Kleine Mittwochsrunde


----------



## AlterSachse (22. November 2015)

Heute hat er erstmalig zugeschlagen


----------



## darkJST (23. November 2015)

Am Samstag hatte es im Zittauer ja auch schon geschneit, blieb nur nicht liegen Apropos:








Und schon etwas her beim Schwarzwald Bike Marathon...
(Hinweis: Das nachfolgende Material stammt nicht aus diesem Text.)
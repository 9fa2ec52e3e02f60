package stats

// This file holds the distance correlation, a dependence measure that is
// zero only under independence and so catches relationships (humps,
// cycles) that Pearson's r misses, with its permutation test.

import (
	"fmt"
	"math"
	"math/rand/v2"
	"slices"

	"bivar/internal/hugepage"
)

// DefaultDcorMaxN is the number of rows the permutation test of
// DistanceCorrTest works on when its maxN argument is 0 or less.
const DefaultDcorMaxN = 5000

// DistanceCorrelation returns the sample distance correlation of x and y
// (Székely, Rizzo & Bakirov 2007, "Measuring and testing dependence by
// correlation of distances", Ann. Statist. 35(6)), the V-statistic form:
// with a_ij = |x_i − x_j|, b_ij = |y_i − y_j| and A, B their double-centred
// matrices,
//
//	dCov²(x, y) = (1/n²) Σ_ij A_ij B_ij
//	dCor(x, y)  = √( dCov²(x, y) / √(dCov²(x, x)·dCov²(y, y)) )
//
// It lies in [0, 1], is 0 in the population only under independence, and
// is 1 for an exact linear relation. (From memory of their documentation:
// the value R's energy::dcor and Python's dcor.distance_correlation give.)
//
// It is computed in O(n log n) time and O(n) memory without forming the
// matrices (Huo & Székely 2016, "Fast computing for distance covariance",
// Technometrics 58(4); Chaudhuri & Hu 2019, "A fast algorithm for computing
// distance correlation", Comput. Statist. Data Anal.):
//
//	n²·dCov² = Σ_ij a_ij b_ij − (2/n) Σ_i a_i· b_i· + a·· b··/n²
//
// where the row sums a_i· come from prefix sums over x sorted, and
// Σ_{i<j} a_ij b_ij from one pass over x sorted with Fenwick trees indexed
// by the rank of y, accumulating the count and the sums of x, y and x·y of
// the points before. x and y are first centred and scaled to unit standard
// deviation (dCor does not change) so those sums do not lose digits.
//
// x and y must have equal length (it panics otherwise) and hold finite
// values. It returns NaN when n < 2 or x or y is constant (dCor is then
// defined as 0 by Székely et al.; we say "undefined", as for r).
func DistanceCorrelation(x, y []float64) float64 {
	if len(x) != len(y) {
		panic("stats: DistanceCorrelation: x and y lengths differ")
	}
	d := newDcorData(x, y)
	if d == nil {
		return math.NaN()
	}
	return d.dcor(d.crossTerm())
}

// DistanceCorrTest returns the distance correlation of x and y
// (DistanceCorrelation, on all n rows) and the p-value of its permutation
// test of independence: the rows of y are shuffled perms times with
// rand.New(src) (a nil src means rand.NewPCG(1, 2)) and
//
//	p = (1 + #{permutations with dCor ≥ observed}) / (perms + 1)
//
// (Székely, Rizzo & Bakirov 2007; the +1 counts the observed arrangement
// as one of the permutations, Davison & Hinkley 1997, Bootstrap Methods and
// their Application, ch. 4), "≥" allowing a relative rounding tolerance of
// 1e-12. Each permutation is scored by the O(n log n) algorithm, reusing
// the sort of x and the ranks of y. When n exceeds maxN (DefaultDcorMaxN
// when maxN ≤ 0) the test runs on a seeded simple random sample of maxN
// rows drawn from the same source, the observed value of the test then
// being that sample's dCor. The cost is O(n log n + perms·m log m) with
// m = min(n, maxN), so the test's share is bounded whatever n is. used is m,
// and method says what was done. perms ≤ 0 gives p = NaN (no test).
//
// x and y must have equal length (it panics otherwise) and hold finite
// values. dcor and p are NaN when n < 3 or x or y is constant.
func DistanceCorrTest(x, y []float64, perms, maxN int, src rand.Source) (dcor, p float64, used int, method string) {
	if len(x) != len(y) {
		panic("stats: DistanceCorrTest: x and y lengths differ")
	}
	if maxN <= 0 {
		maxN = DefaultDcorMaxN
	}
	if maxN < 3 {
		maxN = 3
	}
	n := len(x)
	nan := math.NaN()
	method = dcorMethod(n)
	if n < 3 {
		return nan, nan, n, method
	}
	full := newDcorData(x, y)
	if full == nil {
		return nan, nan, n, method
	}
	obs := full.crossTerm()
	dcor = full.dcor(obs)
	if perms <= 0 {
		return dcor, nan, n, method + "; no permutation test"
	}
	if src == nil {
		src = rand.NewPCG(1, 2)
	}
	rng := rand.New(src)
	d, used := full, n
	if n > maxN {
		// Partial Fisher–Yates shuffle: the first maxN indices are a simple
		// random sample without replacement.
		idx := hugepage.Make[int](n)
		for i := range idx {
			idx[i] = i
		}
		for i := 0; i < maxN; i++ {
			j := i + rng.IntN(n-i)
			idx[i], idx[j] = idx[j], idx[i]
		}
		xs, ys := make([]float64, maxN), make([]float64, maxN)
		for i, k := range idx[:maxN] {
			xs[i], ys[i] = x[k], y[k]
		}
		d, used = newDcorData(xs, ys), maxN
		if d != nil {
			obs = d.crossTerm()
		}
	}
	p, note := permP(d, obs, used, n, perms, rng)
	return dcor, p, used, method + note
}

// dcorMethod is the method text of DistanceCorrTest for n rows.
func dcorMethod(n int) string {
	return fmt.Sprintf("distance correlation, V-statistic, on all %d rows by the O(n log n) algorithm", n)
}

// dcorPermP returns the p of the permutation test of DistanceCorrTest on
// d, the used pairs of n (all, or a sample; d nil when a column of the
// sample is constant), the permutations drawn from rng, and the note that
// the method text gets.
func dcorPermP(d *dcorData, used, n, perms int, rng *rand.Rand) (p float64, note string) {
	var obs float64
	if d != nil {
		obs = d.crossTerm()
	}
	return permP(d, obs, used, n, perms, rng)
}

// permP is dcorPermP given d's cross term obs (d.crossTerm()).
//
// Each permutation is the previous one shuffled by rng.Shuffle, y_perm[i] =
// y[perm[i]], kept as dcorPerm.
func permP(d *dcorData, obs float64, used, n, perms int, rng *rand.Rand) (p float64, note string) {
	sample := ""
	if used < n {
		sample = fmt.Sprintf(" of a seeded random sample of %d rows", used)
	}
	if d == nil {
		return math.NaN(), fmt.Sprintf("; the random sample of %d rows has a constant column, no permutation test", used)
	}
	tol := 1e-12 * math.Abs(obs)
	yp := d.permuted()
	ge := 0
	for b := 0; b < perms; b++ {
		rng.Shuffle(used, yp.swap)
		if yp.cross() >= obs-tol {
			ge++
		}
	}
	return float64(1+ge) / float64(perms+1), fmt.Sprintf("; p from %d permutations%s", perms, sample)
}

// dcorCanonical returns DistanceCorrelation of pairs sorted by x, byY the
// positions in ascending y, by the algorithm of DistanceCorrelation without
// its copies: the values are standardised as they are read, the row sums of
// y are the one per-pair array of floats (with the int32 ranks of y), and
// the row sums of x are formed in the same pass as the cross term.
func dcorCanonical(x, y []float64, byY []int32) float64 {
	n := len(x)
	if n < 2 {
		return math.NaN()
	}
	nf := float64(n)
	mx, ssx := meanSS(x)
	my, ssy := meanSS(y)
	sdx, sdy := math.Sqrt(ssx/nf), math.Sqrt(ssy/nf)
	if !(sdx > 0) || !(sdy > 0) || math.IsInf(sdx, 0) || math.IsInf(sdy, 0) || math.IsNaN(mx) || math.IsNaN(my) {
		return math.NaN()
	}
	// Standardised values (v − mean)/sd are formed where they are read.
	// Σ(v_i − v̄)² of the standardised values, for the self terms:
	ssStd := func(v []float64, m, sd float64) float64 {
		var sum float64
		for _, e := range v {
			sum += (e - m) / sd
		}
		hi := sum / nf
		var c, q ksum
		for lo := 0; lo < n; lo += sumBlock {
			var bc, bq float64
			for _, e := range v[lo:min(lo+sumBlock, n)] {
				d := (e-m)/sd - hi
				bc += d
				bq += d * d
			}
			c.add(bc)
			q.add(bq)
		}
		cs := c.value()
		return q.value() - cs*cs/nf
	}

	// Row sums of y and the dense ranks of y, in y order.
	var allY float64
	for _, v := range y {
		allY += (v - my) / sdy
	}
	by := hugepage.Make[float64](n)
	rank := hugepage.Make[int32](n)
	var before float64
	r := int32(0)
	for j, k := range byY {
		v := (y[k] - my) / sdy
		if j == 0 || y[k] != y[byY[j-1]] {
			r++
		}
		rank[k] = r
		after := allY - before - v
		by[k] = (float64(j)*v - before) + (after - float64(n-j-1)*v)
		before += v
	}
	var byy, s2y float64
	for _, e := range by {
		byy += e
		s2y += e * e
	}
	nRanks := int(r)

	// One pass in x order: the row sums of x, Σ a_i·b_i·, and the Fenwick
	// sweep of crossTerm.
	var allX float64
	for _, v := range x {
		allX += (v - mx) / sdx
	}
	t := make([]float64, 4*(nRanks+1))
	var totC, totX, totY, totXY float64
	var sab, axx, s2x, s2 float64
	before = 0
	for k := range x {
		xi, yi := (x[k]-mx)/sdx, (y[k]-my)/sdy
		after := allX - before - xi
		ax := (float64(k)*xi - before) + (after - float64(n-k-1)*xi)
		before += xi
		axx += ax
		s2x += ax * ax
		s2 += ax * by[k]
		q0 := int(rank[k])
		var c, cx, cy, cxy float64
		for q := q0 - 1; q > 0; q &= q - 1 {
			c += t[4*q]
			cx += t[4*q+1]
			cy += t[4*q+2]
			cxy += t[4*q+3]
		}
		sab += xi*yi*(2*c-totC) + (2*cxy - totXY) - xi*(2*cy-totY) - yi*(2*cx-totX)
		for q := q0; q <= nRanks; q += q & -q {
			t[4*q]++
			t[4*q+1] += xi
			t[4*q+2] += yi
			t[4*q+3] += xi * yi
		}
		totC++
		totX += xi
		totY += yi
		totXY += xi * yi
	}
	vx := 2*nf*ssStd(x, mx, sdx) - 2*s2x/nf + axx*axx/(nf*nf)
	vy := 2*nf*ssStd(y, my, sdy) - 2*s2y/nf + byy*byy/(nf*nf)
	if !(vx > 0) || !(vy > 0) {
		return math.NaN()
	}
	cross := 2*sab - 2*s2/nf + axx*byy/(nf*nf)
	d := dcorData{vx: vx, vy: vy}
	return d.dcor(cross)
}

// dcorData holds what the distance covariance of one (x, y) sample needs
// that does not change when y is permuted against x, and y itself in the
// form crossTerm reads it.
type dcorData struct {
	n      int
	xs     []float64    // standardised x in ascending order
	ys     []dcorY      // standardised y and its rank, at the x-order position of its row
	pos    []int32      // pos[i]: the x-order position of row i; nil when it is i
	nRanks int          // distinct y values
	ax, by []float64    // row sums a_i·, b_i·, in row order
	axx    float64      // a··
	byy    float64      // b··
	vx, vy float64      // n²·dVar²(x), n²·dVar²(y)
	tree   [][4]float64 // Fenwick workspace, 4 interleaved trees
}

// dcorY is one standardised y value and its dense 1-based rank among the
// distinct y values.
type dcorY struct {
	y float64
	r int
}

// newDcorData standardises x and y and precomputes the row sums and the
// distance variances; nil when n < 2 or a column is constant.
func newDcorData(x, y []float64) *dcorData {
	n := len(x)
	if n < 2 {
		return nil
	}
	xs, okx := standardise(x)
	ys, oky := standardise(y)
	if !okx || !oky {
		return nil
	}
	d := &dcorData{n: n}
	xOrder, ax, axx := rowSums(xs)
	yOrder, by, byy := rowSums(ys)
	d.ax, d.axx, d.by, d.byy = ax, axx, by, byy
	rank := hugepage.Make[int](n)
	r := 0
	for k, i := range yOrder {
		if k == 0 || ys[i] != ys[yOrder[k-1]] {
			r++
		}
		rank[i] = r
	}
	d.nRanks = r
	d.tree = make([][4]float64, r+1)
	d.vx = d.selfTerm(xs, ax, axx)
	d.vy = d.selfTerm(ys, by, byy)
	if !(d.vx > 0) || !(d.vy > 0) {
		return nil
	}
	d.xs, d.ys = xs, hugepage.Make[dcorY](n)
	inOrder := true
	for t, i := range xOrder {
		inOrder = inOrder && t == i
	}
	if inOrder {
		for i := range d.ys {
			d.ys[i] = dcorY{ys[i], rank[i]}
		}
		return d
	}
	d.xs = hugepage.Make[float64](n)
	d.pos = hugepage.Make[int32](n)
	for t, i := range xOrder {
		d.xs[t] = xs[i]
		d.ys[t] = dcorY{ys[i], rank[i]}
		d.pos[i] = int32(t)
	}
	return d
}

// standardise returns (v − mean)/sd; ok is false for a constant or
// non-finite v.
func standardise(v []float64) ([]float64, bool) {
	mean, ss := meanSS(v)
	sd := math.Sqrt(ss / float64(len(v)))
	if !(sd > 0) || math.IsInf(sd, 0) || math.IsNaN(mean) {
		return nil, false
	}
	out := hugepage.Make[float64](len(v))
	for i, e := range v {
		out[i] = (e - mean) / sd
	}
	return out, true
}

// rowSums returns the indices of v in ascending order, the row sums
// s_i = Σ_j |v_i − v_j| by prefix sums over the sorted values, and their
// total.
func rowSums(v []float64) (order []int, s []float64, total float64) {
	n := len(v)
	order = stableArgsort(v)
	var all float64
	for _, e := range v {
		all += e
	}
	s = hugepage.Make[float64](n)
	var before float64 // sum of the values sorted before position k
	for k, i := range order {
		vi := v[i]
		after := all - before - vi
		// k values ≤ vi before, n−k−1 values ≥ vi after.
		s[i] = (float64(k)*vi - before) + (after - float64(n-k-1)*vi)
		before += vi
	}
	for _, e := range s {
		total += e
	}
	return order, s, total
}

// selfTerm returns n²·dVar²(v) = Σ_ij a_ij² − (2/n) Σ_i a_i·² + a··²/n²,
// with Σ_ij (v_i − v_j)² = 2n·Σ(v_i − v̄)².
func (d *dcorData) selfTerm(v, rs []float64, tot float64) float64 {
	n := float64(d.n)
	_, ss := meanSS(v)
	var s2 float64
	for _, e := range rs {
		s2 += e * e
	}
	return 2*n*ss - 2*s2/n + tot*tot/(n*n)
}

// dcorPerm is y permuted against x, y_perm[i] = y[perm[i]], held as what
// the cross term reads: y_perm's values and ranks at the x-order positions
// of their rows, and its row sums in row order. perm itself is not kept:
// swap exchanges y_perm[i] and y_perm[j] in those arrays, as rng.Shuffle's
// swap would exchange perm[i] and perm[j], so the cross term reads them in
// sequence instead of through perm (a quarter less time for 199
// permutations of 5000 rows), and sums the same terms in the same order.
type dcorPerm struct {
	d   *dcorData
	ys  []dcorY   // y_perm and its rank at the x-order position of its row
	by  []float64 // b_perm(i)· at row i
	pos []int32   // d.pos
}

// permuted returns y against x unpermuted as a dcorPerm.
func (d *dcorData) permuted() *dcorPerm {
	return &dcorPerm{d: d, ys: slices.Clone(d.ys), by: slices.Clone(d.by), pos: d.pos}
}

// swap exchanges rows i and j of y_perm.
func (p *dcorPerm) swap(i, j int) {
	p.by[i], p.by[j] = p.by[j], p.by[i]
	a, b := i, j
	if p.pos != nil {
		a, b = int(p.pos[i]), int(p.pos[j])
	}
	p.ys[a], p.ys[b] = p.ys[b], p.ys[a]
}

// cross returns n²·dCov²(x, y_perm).
func (p *dcorPerm) cross() float64 {
	return p.d.cross(p.ys, p.by)
}

// crossTerm returns n²·dCov²(x, y).
func (d *dcorData) crossTerm() float64 {
	return d.cross(d.ys, d.by)
}

// cross returns n²·dCov²(x, y_perm) for a permutation perm of the rows,
// given as ys[t] = d.ys[pos[perm[i]]] at the x-order position t of row i
// and by[i] = d.by[perm[i]].
func (d *dcorData) cross(ys []dcorY, by []float64) float64 {
	n := d.n
	// Σ_{i<j} |x_i − x_j|·|y_i − y_j| over x sorted: for each j, the points
	// i before it with smaller y contribute +(x_j − x_i)(y_j − y_i), the rest
	// −(x_j − x_i)(y_j − y_i) (ties in x or y contribute 0 either way).
	t := d.tree
	clear(t)
	nRanks := d.nRanks
	var totC, totX, totY, totXY float64
	var sab float64
	xs := d.xs[:len(ys)]
	for k, e := range ys {
		xi, yi, r := xs[k], e.y, e.r
		// Prefix sums over ranks < r.
		var c, sx, sy, sxy float64
		for q := r - 1; q > 0; q &= q - 1 {
			node := &t[q]
			c += node[0]
			sx += node[1]
			sy += node[2]
			sxy += node[3]
		}
		// Points below (+) minus points at or above (−).
		dc := 2*c - totC
		dx := 2*sx - totX
		dy := 2*sy - totY
		dxy := 2*sxy - totXY
		sab += xi*yi*dc + dxy - xi*dy - yi*dx
		for q := r; q <= nRanks; q += q & -q {
			node := &t[q]
			node[0]++
			node[1] += xi
			node[2] += yi
			node[3] += xi * yi
		}
		totC++
		totX += xi
		totY += yi
		totXY += xi * yi
	}
	var s2 float64
	by = by[:len(d.ax)]
	for i, a := range d.ax {
		s2 += a * by[i]
	}
	nf := float64(n)
	return 2*sab - 2*s2/nf + d.axx*d.byy/(nf*nf)
}

// dcor turns n²·dCov²(x, y) into dCor, clamping rounding below 0 to 0.
func (d *dcorData) dcor(cross float64) float64 {
	r2 := cross / math.Sqrt(d.vx*d.vy)
	if r2 <= 0 {
		return 0
	}
	if r2 > 1 {
		r2 = 1
	}
	return math.Sqrt(r2)
}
Das hab ich aber nicht selbst geknipst


----------



## MTB-News.de




----------



## Falco (30. November 2015)

Die Durchquerung des prächtigen Brecon Beacon Nationalpark sollte jeder mal gemacht haben. Es war einfach fantastisch, obwohl man mit dem anfangs ungewöhnlichen Anblick der tiefgrünen Landschaft schon vertraut war, erfuhr man dort noch intensivere Eindrücke. Sobald man aus der Ortschaft hinaus fährt dauert es nicht lang und man sieht in jede Himmelsrichtung nur noch tiefgrüne Erhebungen wie auf einer Modelleisenbahn. Egal wo man hinblickt, man taucht einfach vollständig in diese fremde Umgebung ein.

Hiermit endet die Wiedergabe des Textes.